Plotting the triangular filterbank, I noticed that the amplitudes at the central frequencies are not
constant. Thus, even though having a 50% overlap, I think the filters don’t meet the COLA constraint and as a result trying to reconstruct the signal from the framed segments will be distorted.

Is that ok? What do you think?

This is ultra weird as we checked this part many many times. Could you share the code that produced this ?

import torch
import matplotlib.pyplot as plt
from speechbrain.dataio.dataio import read_audio
from speechbrain.processing.features import STFT

from speechbrain.processing.features import spectral_magnitude
from speechbrain.processing.features import Filterbank

# %%

signal, _ = read_audio('spk1_snt1.wav') 
signal = signal.unsqueeze(0) # [batch, time]

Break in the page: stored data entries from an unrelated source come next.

"""``gatestep demo``: a server and a simulated rig as two processes, and one scenario.

The scenario is our own invention: a passive cell answers a current step; given Na
and K conductances it fires; given an M-type K conductance as well, by a swap while
the loop runs, it fires and adapts. Cell and data are simulated.
"""

from __future__ import annotations

import json
import time
from collections.abc import Iterator
from contextlib import contextmanager
from dataclasses import dataclass
from pathlib import Path
from typing import TYPE_CHECKING, Any

from ..errors import FileError, LinkError, MissingExtraError
from .demo_rigs import STATEMENT, check_alive, finish, processes, write_rig

if TYPE_CHECKING:
    from ..control import Control
    from ..simtrace import Trace

INTERVAL_US = 25.0
STEP_PA = 250.0
SHORTEST_S, LONGEST_S = 0.3, 60.0
PARTS = ("cell alone", "with Na and K", "with Na, K and M-type K")
_ON, _OFF = 0.2, 0.9  # of the step, as a share of each part

_CELLS = """\
[[cell]]
name = "cell"
model = "regular-spiking"
capacitance_pf = 118.4
[cell.limits]
current_pa = 40000
window_mv = [-120, 80]

[simulated]
pace = "lockstep"
seconds = {seconds}
[[simulated.cell]]
capacitance_pf = 118.4
leak_ns = 4.0
leak_mv = -70.0
noise_mv = 0.02
{steps}
"""

PROOF_US = 100.0
PROOF_PARTS = ("plain loop", "anticipating")
_PROOF_CELL = """\
[[cell]]
name = "{name}"
model = "regular-spiking-m"
{capacitance}
[cell.limits]
current_pa = 40000
window_mv = [-200, 200]

"""
_PROOF_SIMULATED = """\
[[simulated.cell]]
capacitance_pf = 118.4
leak_ns = 4.0
leak_mv = -70.0
[[simulated.cell.step]]
start_ms = 30
stop_ms = 230
current_pa = {step_pa}
"""


@dataclass(frozen=True)
class Part:
    """One part of the scenario: what was in force, and its step, in ms."""

    name: str
    start_ms: float
    step_ms: float
    stop_ms: float
    end_ms: float


@dataclass(frozen=True)
class Order:
    """An order to give once the rig has come to a time, and what it is called."""

    at_ms: float
    verb: str


def demo(seconds: float, out: Path, json_output: bool) -> int:
    """Play the scenario and say what came of it; returns the exit status.

    Parameters
    ----------
    seconds : float
        Length of the scenario in the simulated rig's time, 0.3 to 60 s.
    out : Path
        Folder for the rig file, the trace and the figure.
    json_output : bool
        Print the summary as JSON.

    Raises
    ------
    GatestepError
        When the folder cannot be written or one of the two processes fails.
    """
    if not SHORTEST_S <= seconds <= LONGEST_S:
        raise FileError(f"--seconds {seconds:g}: give {SHORTEST_S:g} to {LONGEST_S:g} seconds")
    parts = scenario(seconds)
    rig_file = _write_scenario(out, seconds, parts)
    with _bar(not json_output) as progress:
        progress("starting; the first start on a machine compiles", None)
        with processes(rig_file, out / "demo.npz") as (server, rig, control):
            confirmed = _play(rig, server, control, parts, progress)
            figures = finish(rig)
            status = control.status()
            control.stop()
            server.wait(10)
        proof = _prove(out, progress)
    summary = _summary(out, parts, confirmed, figures, status, proof)
    print(json.dumps(summary) if json_output else _text(summary))
    return 0


def scenario(seconds: float) -> list[Part]:
    """The parts of the scenario, evenly long."""
    length = 1000.0 * seconds / len(PARTS)
    return [
        Part(name, k * length, (k + _ON) * length, (k + _OFF) * length, (k + 1) * length)
        for k, name in enumerate(PARTS)
    ]


def _write_scenario(out: Path, seconds: float, parts: list[Part]) -> Path:
    steps = "\n".join(
        f"[[simulated.cell.step]]\nstart_ms = {p.step_ms}\nstop_ms = {p.stop_ms}\n"
        f"current_pa = {STEP_PA}"
        for p in parts
    )
    return write_rig(out / "rig.toml", INTERVAL_US, _CELLS.format(seconds=seconds, steps=steps))


def _write_proof(out: Path) -> Path:
    """Two like cells: the loop anticipates for the one whose capacitance it is told."""
    stated = ("# capacitance not stated: a plain loop", "capacitance_pf = 118.4")
    cells = "".join(
        _PROOF_CELL.format(name=name.replace(" ", "-"), capacitance=text)
        for name, text in zip(PROOF_PARTS, stated, strict=True)
    )
    simulated = '[simulated]\npace = "lockstep"\nseconds = 0.26\n'
    simulated += 2 * _PROOF_SIMULATED.format(step_pa=STEP_PA)
    return write_rig(out / "anticipation.toml", PROOF_US, cells + simulated)


def _prove(out: Path, progress: Any) -> dict[str, Any]:
    """Run the same model plain and anticipating, where plain fails; what came of it."""
    from ..simtrace import Trace

    progress("the same at a slow tick, plain and anticipating", None)
    path = out / "anticipation.npz"
    with processes(_write_proof(out), path, "--arm", "--force") as (server, rig, control):
        finish(rig)
        control.stop()
        server.wait(10)
    trace = Trace.load(path)
    figures = {}
    for c, name in enumerate(PROOF_PARTS):
        low, high = float(trace.v_mv[:, c].min()), float(trace.v_mv[:, c].max())
        figures[name] = {"spikes": len(trace.spikes(c)), "trough_mv": low, "peak_mv": high}
    return {"interval_us": PROOF_US, "trace": str(path), "parts": figures}


def _play(
    rig: Any, server: Any, control: Control, parts: list[Part], progress: Any
) -> dict[str, int | None]:
    """Give the scenario's orders as the rig comes to their times; where each took force."""
    _, with_na_k, with_m = parts
    lead_ms = 0.5 * (with_na_k.step_ms - with_na_k.start_ms)
    orders = [
        Order(with_na_k.start_ms, "arm"),
        Order(with_na_k.step_ms + lead_ms, "load"),
        Order(with_m.start_ms, "swap"),
        Order(0.5 * (with_m.stop_ms + with_m.end_ms), "disarm"),
    ]
    confirmed: dict[str, int | None] = {}
    while rig.poll() is None:
        check_alive(server, "server")
        now_ms = _now_ms(control)
        progress("running", None if now_ms is None else now_ms / parts[-1].end_ms)
        while orders and now_ms is not None and now_ms >= orders[0].at_ms:
            verb = orders.pop(0).verb
            argument = {"model": "regular-spiking-m"} if verb == "load" else {}
            answer = control.ask(verb, timeout_s=30, **argument)
            confirmed[verb] = answer.get("seq")
        time.sleep(0.002)
    if orders and rig.returncode == 0:
        raise LinkError(f"the rig was through before {orders[0].verb!r} could be ordered")
    return confirmed


def _now_ms(control: Control) -> float | None:
    """The rig's time by the newest sample, None before the first."""
    try:
        seq = control.ask("status", timeout_s=0.5)["seq"]
    except LinkError:
        return None
    return None if seq is None else float(seq) * INTERVAL_US / 1000.0


def _summary(
    out: Path,
    parts: list[Part],
    confirmed: dict[str, int | None],
    figures: dict[str, Any],
    status: dict[str, Any],
    proof: dict[str, Any],
) -> dict[str, Any]:
    from ..simtrace import Trace
    from .demo_figures import draw_proof, draw_scenario

    trace = Trace.load(out / "demo.npz")
    files = {"rig": str(out / "rig.toml"), "trace": str(out / "demo.npz")}
    note = None
    try:
        marks = [confirmed.get(verb) for verb in ("arm", "swap", "disarm")]
        marks_s = [seq * INTERVAL_US / 1e6 for seq in marks if seq is not None]
        files["figure"] = str(draw_scenario(trace, parts, marks_s, out / "demo.png"))
        second = draw_proof(Trace.load(Path(proof["trace"])), PROOF_US, out / "anticipation.png")
        files["anticipation"] = str(second)
    except MissingExtraError as missing:
        note = str(missing)
    return {
        "about": STATEMENT,
        "parts": [_part_figures(trace, part) for part in parts],
        "orders_after_sample": confirmed,
        "answered": status["answered"],
        "clipped": status["clipped"],
        "late": status["late"],
        "missed": status["missed"],
        "trips": status["trips"],
        "service_nsec": status["service_nsec"],
        "round_trip_us": figures["round_trip_us"],
        "anticipation": proof,
        "files": files,
        "note": note,
    }


def _part_figures(trace: Trace, part: Part) -> dict[str, Any]:
    during = (trace.t_ms >= part.start_ms) & (trace.t_ms < part.end_ms)
    times = trace.spikes()
    times = times[(times >= part.step_ms) & (times < part.end_ms)]
    intervals = times[1:] - times[:-1]
    return {
        "name": part.name,
        "spikes": len(times),
        "first_spike_latency_ms": float(times[0] - part.step_ms) if len(times) else None,
        "first_interval_ms": float(intervals[0]) if len(intervals) else None,
        "last_interval_ms": float(intervals[-1]) if len(intervals) else None,
        "peak_mv": float(trace.v_mv[during, 0].max()),
    }


def _text(summary: dict[str, Any]) -> str:
    lines = [f"gatestep demo. {summary['about']}", ""]
    head = f"{'':26}{'spikes':>7}{'first after':>13}{'intervals':>20}{'peak':>10}"
    lines.append(head)
    for part in summary["parts"]:
        first, last = part["first_interval_ms"], part["last_interval_ms"]
        intervals = "-" if first is None else f"{first:.1f} to {last:.1f} ms"
        latency = part["first_spike_latency_ms"]
        after = "-" if latency is None else f"{latency:.1f} ms"
        peak = f"{part['peak_mv']:.1f} mV"
        lines.append(f"{part['name']:26}{part['spikes']:>7}{after:>13}{intervals:>20}{peak:>10}")
    service = {k: v / 1000 for k, v in summary["service_nsec"].items()}
    trips = summary["round_trip_us"]
    lines += [
        "",
        f"answered {summary['answered']}   clipped {summary['clipped']}   late {summary['late']}   "
        f"missed {summary['missed']}   trips {summary['trips']}",
        "service time (µs)   " + "   ".join(f"{k} {v:.1f}" for k, v in service.items()),
        f"round trip (µs)     p50 {trips['p50']:.0f}   p99 {trips['p99']:.0f}",
        "",
        f"with Na, K and M-type K at a tick and a delay of {PROOF_US:g} µs:",
        *(
            f"{name:26}{found['spikes']:>7} spikes, {found['trough_mv']:.0f} to "
            f"{found['peak_mv']:.0f} mV"
            for name, found in summary["anticipation"]["parts"].items()
        ),
        "",
        *(f"{k:13} {v}" for k, v in summary["files"].items()),
    ]
    if summary["note"]:
        lines.append(f"no figure: {summary['note']}")
    return "\n".join(lines)


@contextmanager
def _bar(shown: bool) -> Iterator[Any]:
    """A progress line on stderr: call with a phase and a fraction, None for unknown."""
    from rich.console import Console
    from rich.progress import BarColumn, Progress, TextColumn, TimeElapsedColumn

    columns = (TextColumn("{task.description}"), BarColumn(), TimeElapsedColumn())
    console = Console(stderr=True)
    with Progress(*columns, console=console, transient=True, disable=not shown) as bar:
        task = bar.add_task("starting", total=None)

        def show(phase: str, fraction: float | None) -> None:
            if fraction is None:
                bar.update(task, description=phase)
            else:
                bar.update(task, description=phase, total=1.0, completed=fraction)

        yield show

compute_STFT = STFT(sample_rate=16000, win_length=25, hop_length=10, n_fft=400)
signal_STFT = compute_STFT(signal)

compute_fbanks = Filterbank(n_mels=20)
STFT = compute_STFT(signal)
mag = spectral_magnitude(STFT)

fbanks, fb_mat = compute_fbanks(mag)
plt.figure(figsize=(8, 4), dpi=100)

I edited the Filterbank forward function to return the fbank_matrix as well
i.e, /speechbrain/processing/

return fbanks, fbank_matrix

Trying the Gaussian FB,
the first filter at DC starts at a value that is not zero.

compute_fbanks_gauss = Filterbank(n_mels=10, n_fft=1024, filter_shape="gaussian")

The higher the fft points used in the calculation of the STFT, the smoother the curves at lower frequencies get. However, the gaussian filter starts at: tensor(0.1353) instead of 0.


Ok this looks weird, we are looking into it. Please do not hesitate to investigate a bit and she your findings. Hard to keep up with all the questions :frowning: